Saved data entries
══════════

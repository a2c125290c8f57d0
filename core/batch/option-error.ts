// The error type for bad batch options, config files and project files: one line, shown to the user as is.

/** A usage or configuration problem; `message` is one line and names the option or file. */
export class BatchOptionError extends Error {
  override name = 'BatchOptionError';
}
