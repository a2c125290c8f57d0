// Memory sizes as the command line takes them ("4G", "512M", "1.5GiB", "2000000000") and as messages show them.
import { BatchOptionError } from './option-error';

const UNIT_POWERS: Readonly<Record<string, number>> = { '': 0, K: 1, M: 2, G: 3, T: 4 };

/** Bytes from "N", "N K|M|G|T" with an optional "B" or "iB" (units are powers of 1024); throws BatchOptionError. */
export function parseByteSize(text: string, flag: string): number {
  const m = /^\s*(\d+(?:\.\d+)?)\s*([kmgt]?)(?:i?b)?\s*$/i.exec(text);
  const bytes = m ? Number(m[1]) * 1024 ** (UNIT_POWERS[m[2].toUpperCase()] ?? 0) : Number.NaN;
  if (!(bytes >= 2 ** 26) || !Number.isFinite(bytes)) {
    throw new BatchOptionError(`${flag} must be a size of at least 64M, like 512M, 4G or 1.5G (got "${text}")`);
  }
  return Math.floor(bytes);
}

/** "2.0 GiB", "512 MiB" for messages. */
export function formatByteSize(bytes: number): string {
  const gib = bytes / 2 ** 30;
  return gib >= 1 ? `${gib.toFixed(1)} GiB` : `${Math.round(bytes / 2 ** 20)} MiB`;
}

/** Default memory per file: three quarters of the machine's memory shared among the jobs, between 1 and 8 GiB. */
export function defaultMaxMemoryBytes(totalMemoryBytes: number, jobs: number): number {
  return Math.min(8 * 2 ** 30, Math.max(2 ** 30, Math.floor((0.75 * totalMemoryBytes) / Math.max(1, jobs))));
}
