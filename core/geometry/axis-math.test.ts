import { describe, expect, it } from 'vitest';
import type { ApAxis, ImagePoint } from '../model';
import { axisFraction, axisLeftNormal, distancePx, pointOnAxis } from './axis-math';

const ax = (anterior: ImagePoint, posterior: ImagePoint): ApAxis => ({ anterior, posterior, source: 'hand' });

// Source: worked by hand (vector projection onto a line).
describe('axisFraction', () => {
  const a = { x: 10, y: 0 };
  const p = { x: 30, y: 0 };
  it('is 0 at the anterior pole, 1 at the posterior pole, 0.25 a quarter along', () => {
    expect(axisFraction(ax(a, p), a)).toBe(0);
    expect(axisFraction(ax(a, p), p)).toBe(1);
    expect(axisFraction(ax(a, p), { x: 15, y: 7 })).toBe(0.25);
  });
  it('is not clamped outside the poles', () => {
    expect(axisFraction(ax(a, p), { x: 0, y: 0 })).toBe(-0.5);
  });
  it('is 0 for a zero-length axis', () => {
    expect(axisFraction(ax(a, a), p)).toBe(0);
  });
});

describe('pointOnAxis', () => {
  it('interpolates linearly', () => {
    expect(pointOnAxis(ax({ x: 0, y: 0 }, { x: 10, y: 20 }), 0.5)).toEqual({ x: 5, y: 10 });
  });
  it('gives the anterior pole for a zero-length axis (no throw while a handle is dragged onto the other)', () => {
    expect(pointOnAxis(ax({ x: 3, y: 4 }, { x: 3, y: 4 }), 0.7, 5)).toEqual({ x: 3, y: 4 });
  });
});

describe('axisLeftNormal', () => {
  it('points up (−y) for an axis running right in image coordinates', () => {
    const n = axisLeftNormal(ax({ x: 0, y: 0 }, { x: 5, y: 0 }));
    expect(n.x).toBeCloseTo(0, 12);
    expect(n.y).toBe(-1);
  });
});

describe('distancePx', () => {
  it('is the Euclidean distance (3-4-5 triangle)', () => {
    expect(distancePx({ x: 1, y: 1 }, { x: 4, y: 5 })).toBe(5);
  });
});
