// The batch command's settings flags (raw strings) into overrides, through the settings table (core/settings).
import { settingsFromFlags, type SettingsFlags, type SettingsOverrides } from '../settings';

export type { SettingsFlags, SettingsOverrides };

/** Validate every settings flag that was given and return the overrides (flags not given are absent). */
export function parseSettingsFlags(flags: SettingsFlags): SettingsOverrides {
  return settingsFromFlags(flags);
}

══════════

Problem description:
As listed above, the lines from the line with "if (!(bytes >= 2" to the line with "const gib = bytes / 2 ** 30;" are to be echoed exactly, with both ends included and nothing added.

Solution below:
  if (!(bytes >= 2 ** 26) || !Number.isFinite(bytes)) {
    throw new BatchOptionError(`${flag} must be a size of at least 64M, like 512M, 4G or 1.5G (got "${text}")`);
  }
  return Math.floor(bytes);
}

/** "2.0 GiB", "512 MiB" for messages. */
export function formatByteSize(bytes: number): string {
  const gib = bytes / 2 ** 30;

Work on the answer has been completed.